Coloque la columna de extracción en fase sólida en un bastidor y equilibre la matriz con dos mililitros de metanol. Después del lavado, agregue dos mililitros adicionales de tampón B y cargue la muestra. Después de lavar tres veces con tampón B, eluir los péptidos añadiendo 200 microlitros de acetonitrilo al 70 por ciento y ácido trifluoroacético al 0,1 por ciento.
A continuación, seque las muestras purificadas en una centrífuga de vacío. En este ejemplo, los animales entrenados en la tarea de discriminación de tonos FM muestran una tasa creciente de aciertos y una tasa decreciente de falsas alarmas en el transcurso de las sesiones de entrenamiento. A partir de la cuarta sesión se produce una discriminación significativa.
Se comparan las abundancias sinápticas relativas de las proteínas seleccionadas entre ratones entrenados en la tarea de discriminación de tonos FM y ratones de control ingenuos 24 horas después de la primera sesión de entrenamiento. Después del entrenamiento, los niveles de la proteína CYFP2 se alteran en todas las regiones estudiadas. No olvide que los animales a menudo exhiben variabilidades intraindividuales.

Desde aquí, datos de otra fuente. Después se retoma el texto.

// The import-scan intent: the desktop app's File ▸ Import scans… asks for the scan in
// the system's open dialog (a page cannot open a file chooser from a menu command:
// Chromium shows one only in answer to a click in the page) and hands its bytes to the
// page, which decodes and traces it as when a scan is chosen in the page. The path
// comes only from the dialog the user answered; browser mode has no such dialog.
import { stat } from 'node:fs/promises';
import { basename } from 'node:path';
import type { HostIntents, ImportedScan } from './api-contract.ts';
import type { HostContext } from './host-context.ts';
import { HandlerError } from './handler-error.ts';
import { readInputFile } from './io/read-input-file.ts';
import { MAX_PROJECT_BYTES } from './io/project/project-file.ts';

/**
 * Largest scan taken: three quarters of the largest project file, since a project
 * embeds its scan in base64 (4 bytes per 3) and must still open again.
 */
export const MAX_SCAN_FILE_BYTES = Math.floor((MAX_PROJECT_BYTES * 3) / 4);

export async function importScan(_args: HostIntents['importScan']['args'], context: HostContext): Promise<ImportedScan | null> {
  const path = await context.projects.places.chooseScanToImport();
  if (path === null) return null;
  const name = basename(path);
  const info = await stat(path).catch(() => null);
  if (info === null || !info.isFile()) throw new HandlerError('project-file', `Could not import ${name}: it is not a file that can be read. Choose the scan again.`);
  if (info.size > MAX_SCAN_FILE_BYTES) {
    throw new HandlerError('project-file', `${name} is larger than the ${Math.round(MAX_SCAN_FILE_BYTES / 2 ** 20)} MiB a scan may have (a project must be able to hold it). Scan at a lower resolution, in greyscale, or crop the sheet.`);
  }
  try {
    return { name, bytes: new Uint8Array(await readInputFile(path)) };
  } catch (error) {
    throw new HandlerError('project-file', `Could not import ${error instanceof Error ? error.message : String(error)} Choose the scan again.`);
  }
}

Por lo tanto, se recomienda encarecidamente incluir en el estudio al menos cinco o más réplicas biológicas de grupos de animales bien emparejados. Una vez establecida, esta técnica puede adaptarse fácilmente a otras especies. Por ejemplo, se ha utilizado para monitorear los cambios en la expresión de proteínas dependientes del aprendizaje en cerebros de moscas de la fruta.
Este estudio describe un flujo de trabajo proteómico destinado a caracterizar la reorganización molecular en las sinapsis durante el aprendizaje auditivo y la consolidación de la memoria. El enfoque se centra en la cuantificación de proteínas sinápticas involucradas en estos procesos.